**WHAT THE TASK REQUIRES**
Instruction for the entries that follow: retype exactly the lines from the line with "displayText, parseAddress, type" to the line with "const value = at", both included, and omit all others.

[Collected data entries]
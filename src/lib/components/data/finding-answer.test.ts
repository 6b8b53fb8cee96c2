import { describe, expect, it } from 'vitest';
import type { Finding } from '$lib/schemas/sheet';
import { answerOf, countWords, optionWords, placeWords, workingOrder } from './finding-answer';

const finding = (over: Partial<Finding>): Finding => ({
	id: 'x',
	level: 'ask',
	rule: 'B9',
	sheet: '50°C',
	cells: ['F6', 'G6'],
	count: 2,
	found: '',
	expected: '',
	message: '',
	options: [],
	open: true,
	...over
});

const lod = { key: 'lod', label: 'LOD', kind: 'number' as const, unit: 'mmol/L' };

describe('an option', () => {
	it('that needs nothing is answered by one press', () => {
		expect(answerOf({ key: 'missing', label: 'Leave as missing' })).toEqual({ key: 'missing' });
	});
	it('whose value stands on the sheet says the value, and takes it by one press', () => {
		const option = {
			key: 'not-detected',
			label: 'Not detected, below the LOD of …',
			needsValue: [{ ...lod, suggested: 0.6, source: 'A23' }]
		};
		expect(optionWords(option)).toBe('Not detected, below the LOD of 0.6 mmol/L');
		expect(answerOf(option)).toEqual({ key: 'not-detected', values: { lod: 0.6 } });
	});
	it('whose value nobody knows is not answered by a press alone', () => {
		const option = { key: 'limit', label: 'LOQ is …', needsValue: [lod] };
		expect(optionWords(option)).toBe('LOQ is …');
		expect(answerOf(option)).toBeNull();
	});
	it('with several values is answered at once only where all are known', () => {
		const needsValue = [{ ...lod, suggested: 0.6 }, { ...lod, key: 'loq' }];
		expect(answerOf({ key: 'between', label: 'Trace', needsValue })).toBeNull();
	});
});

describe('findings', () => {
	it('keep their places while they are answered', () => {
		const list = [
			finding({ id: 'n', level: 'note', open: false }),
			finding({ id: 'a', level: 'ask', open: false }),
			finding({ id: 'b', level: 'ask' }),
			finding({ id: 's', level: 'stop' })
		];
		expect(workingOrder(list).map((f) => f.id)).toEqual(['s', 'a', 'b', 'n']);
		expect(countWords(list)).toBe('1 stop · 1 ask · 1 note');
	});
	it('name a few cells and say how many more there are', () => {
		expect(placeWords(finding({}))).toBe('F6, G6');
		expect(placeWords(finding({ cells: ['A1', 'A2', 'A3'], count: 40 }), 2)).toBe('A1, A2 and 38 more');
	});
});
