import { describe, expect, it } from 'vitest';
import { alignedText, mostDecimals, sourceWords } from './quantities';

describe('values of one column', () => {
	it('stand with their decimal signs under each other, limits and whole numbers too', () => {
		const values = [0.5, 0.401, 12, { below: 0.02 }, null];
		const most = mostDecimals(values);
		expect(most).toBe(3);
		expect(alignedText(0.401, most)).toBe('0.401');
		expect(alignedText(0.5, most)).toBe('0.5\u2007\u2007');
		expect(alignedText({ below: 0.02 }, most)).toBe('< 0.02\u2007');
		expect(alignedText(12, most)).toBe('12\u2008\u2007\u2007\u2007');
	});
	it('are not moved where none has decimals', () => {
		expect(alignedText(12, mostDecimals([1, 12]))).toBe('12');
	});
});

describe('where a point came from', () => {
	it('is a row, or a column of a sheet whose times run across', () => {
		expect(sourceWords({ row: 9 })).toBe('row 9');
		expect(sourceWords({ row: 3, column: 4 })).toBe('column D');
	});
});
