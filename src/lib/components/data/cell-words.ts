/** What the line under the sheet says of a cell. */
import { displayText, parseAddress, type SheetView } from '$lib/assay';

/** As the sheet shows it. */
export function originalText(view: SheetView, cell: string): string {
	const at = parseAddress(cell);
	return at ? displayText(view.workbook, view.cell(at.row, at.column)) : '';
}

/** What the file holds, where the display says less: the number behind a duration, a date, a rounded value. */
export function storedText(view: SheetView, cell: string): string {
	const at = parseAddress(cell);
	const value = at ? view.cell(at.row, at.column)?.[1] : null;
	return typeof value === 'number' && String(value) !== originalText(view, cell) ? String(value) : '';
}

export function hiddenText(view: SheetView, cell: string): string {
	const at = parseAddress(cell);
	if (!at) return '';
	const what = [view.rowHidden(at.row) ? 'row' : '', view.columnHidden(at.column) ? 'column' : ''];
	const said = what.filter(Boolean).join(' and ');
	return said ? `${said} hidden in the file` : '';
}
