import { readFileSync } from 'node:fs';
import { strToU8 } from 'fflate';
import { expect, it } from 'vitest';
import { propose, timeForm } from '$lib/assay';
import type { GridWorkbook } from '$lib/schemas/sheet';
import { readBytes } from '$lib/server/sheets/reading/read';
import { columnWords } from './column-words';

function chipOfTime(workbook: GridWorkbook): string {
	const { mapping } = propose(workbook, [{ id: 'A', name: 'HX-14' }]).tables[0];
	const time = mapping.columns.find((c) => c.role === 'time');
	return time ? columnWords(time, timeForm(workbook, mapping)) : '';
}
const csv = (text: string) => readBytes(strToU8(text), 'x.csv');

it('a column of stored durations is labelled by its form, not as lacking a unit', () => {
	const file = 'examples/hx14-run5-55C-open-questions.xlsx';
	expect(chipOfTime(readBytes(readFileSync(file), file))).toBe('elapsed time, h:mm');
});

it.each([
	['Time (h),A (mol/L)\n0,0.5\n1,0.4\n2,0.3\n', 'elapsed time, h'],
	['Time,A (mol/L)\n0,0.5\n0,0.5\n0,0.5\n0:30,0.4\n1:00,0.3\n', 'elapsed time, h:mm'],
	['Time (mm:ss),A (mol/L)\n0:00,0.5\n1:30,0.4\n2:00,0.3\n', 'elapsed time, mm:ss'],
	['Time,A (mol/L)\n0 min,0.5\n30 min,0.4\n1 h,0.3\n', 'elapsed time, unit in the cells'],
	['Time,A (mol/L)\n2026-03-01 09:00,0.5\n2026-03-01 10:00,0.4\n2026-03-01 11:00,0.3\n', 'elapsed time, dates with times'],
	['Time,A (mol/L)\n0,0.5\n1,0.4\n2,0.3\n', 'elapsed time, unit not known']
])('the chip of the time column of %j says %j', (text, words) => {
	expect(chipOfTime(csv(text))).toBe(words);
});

--

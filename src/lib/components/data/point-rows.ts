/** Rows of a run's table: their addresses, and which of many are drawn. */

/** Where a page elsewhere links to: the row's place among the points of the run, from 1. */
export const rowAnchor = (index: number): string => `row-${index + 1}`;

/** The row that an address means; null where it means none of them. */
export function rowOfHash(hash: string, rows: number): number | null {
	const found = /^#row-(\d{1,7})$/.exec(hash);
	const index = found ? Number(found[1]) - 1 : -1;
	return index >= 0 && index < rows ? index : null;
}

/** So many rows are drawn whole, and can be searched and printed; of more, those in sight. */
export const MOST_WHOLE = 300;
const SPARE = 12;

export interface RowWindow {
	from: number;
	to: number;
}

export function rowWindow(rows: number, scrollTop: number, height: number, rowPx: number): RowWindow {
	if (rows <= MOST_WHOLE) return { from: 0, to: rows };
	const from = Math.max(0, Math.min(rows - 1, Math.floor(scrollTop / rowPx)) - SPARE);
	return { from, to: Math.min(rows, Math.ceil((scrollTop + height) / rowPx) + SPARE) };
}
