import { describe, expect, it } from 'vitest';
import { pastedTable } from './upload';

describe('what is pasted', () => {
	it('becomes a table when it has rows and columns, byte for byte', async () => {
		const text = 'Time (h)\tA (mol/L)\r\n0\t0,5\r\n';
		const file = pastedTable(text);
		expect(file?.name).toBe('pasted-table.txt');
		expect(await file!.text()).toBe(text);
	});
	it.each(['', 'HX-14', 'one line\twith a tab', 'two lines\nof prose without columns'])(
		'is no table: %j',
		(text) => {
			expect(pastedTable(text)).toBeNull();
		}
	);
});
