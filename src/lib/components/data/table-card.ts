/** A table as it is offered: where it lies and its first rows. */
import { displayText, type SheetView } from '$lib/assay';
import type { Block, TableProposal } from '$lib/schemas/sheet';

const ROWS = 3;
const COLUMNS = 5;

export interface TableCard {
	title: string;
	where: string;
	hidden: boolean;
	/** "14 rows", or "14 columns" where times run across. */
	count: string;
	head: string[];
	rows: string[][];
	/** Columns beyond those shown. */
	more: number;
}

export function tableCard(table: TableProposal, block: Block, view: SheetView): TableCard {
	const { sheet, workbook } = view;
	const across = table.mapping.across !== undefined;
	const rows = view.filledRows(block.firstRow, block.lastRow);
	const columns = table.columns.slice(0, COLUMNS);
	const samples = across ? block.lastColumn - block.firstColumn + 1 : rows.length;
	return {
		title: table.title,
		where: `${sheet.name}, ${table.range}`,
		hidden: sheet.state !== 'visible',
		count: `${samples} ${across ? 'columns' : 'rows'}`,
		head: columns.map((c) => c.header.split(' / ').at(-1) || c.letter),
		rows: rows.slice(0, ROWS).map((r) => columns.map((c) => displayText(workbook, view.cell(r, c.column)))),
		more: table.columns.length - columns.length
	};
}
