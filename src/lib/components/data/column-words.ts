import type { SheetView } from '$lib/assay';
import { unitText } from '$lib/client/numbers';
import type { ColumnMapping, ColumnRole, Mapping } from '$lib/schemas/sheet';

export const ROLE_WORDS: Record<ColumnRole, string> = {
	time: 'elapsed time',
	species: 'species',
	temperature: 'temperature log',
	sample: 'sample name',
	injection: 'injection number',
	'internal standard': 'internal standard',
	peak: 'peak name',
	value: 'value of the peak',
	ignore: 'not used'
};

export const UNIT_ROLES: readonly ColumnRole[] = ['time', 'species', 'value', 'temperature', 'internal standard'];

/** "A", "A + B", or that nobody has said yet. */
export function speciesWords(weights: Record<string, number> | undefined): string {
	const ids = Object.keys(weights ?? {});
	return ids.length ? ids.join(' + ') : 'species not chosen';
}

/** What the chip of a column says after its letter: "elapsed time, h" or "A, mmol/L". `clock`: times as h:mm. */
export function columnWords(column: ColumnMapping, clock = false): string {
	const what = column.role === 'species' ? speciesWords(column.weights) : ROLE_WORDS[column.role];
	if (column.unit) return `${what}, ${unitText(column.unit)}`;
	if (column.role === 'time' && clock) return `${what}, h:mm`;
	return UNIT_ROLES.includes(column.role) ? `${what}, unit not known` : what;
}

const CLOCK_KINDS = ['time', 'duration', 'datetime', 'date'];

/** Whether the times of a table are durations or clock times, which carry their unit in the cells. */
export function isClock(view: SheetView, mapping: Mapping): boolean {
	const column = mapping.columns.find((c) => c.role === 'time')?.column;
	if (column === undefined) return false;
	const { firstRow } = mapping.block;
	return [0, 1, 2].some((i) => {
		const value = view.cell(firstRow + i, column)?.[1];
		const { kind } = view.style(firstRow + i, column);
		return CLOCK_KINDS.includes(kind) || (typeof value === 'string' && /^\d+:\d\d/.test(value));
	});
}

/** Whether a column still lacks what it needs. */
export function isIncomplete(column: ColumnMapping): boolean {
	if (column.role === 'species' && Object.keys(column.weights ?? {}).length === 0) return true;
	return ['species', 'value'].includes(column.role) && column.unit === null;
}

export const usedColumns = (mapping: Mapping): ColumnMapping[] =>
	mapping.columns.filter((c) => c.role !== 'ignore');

**ANSWER BOX**
import { displayText, parseAddress, type SheetView } from '$lib/assay';

/** As the sheet shows it. */
export function originalText(view: SheetView, cell: string): string {
	const at = parseAddress(cell);
	return at ? displayText(view.workbook, view.cell(at.row, at.column)) : '';
}

/** What the file holds, where the display says less: the number behind a duration, a date, a rounded value. */
export function storedText(view: SheetView, cell: string): string {
	const at = parseAddress(cell);
	const value = at ? view.cell(at.row, at.column)?.[1] : null;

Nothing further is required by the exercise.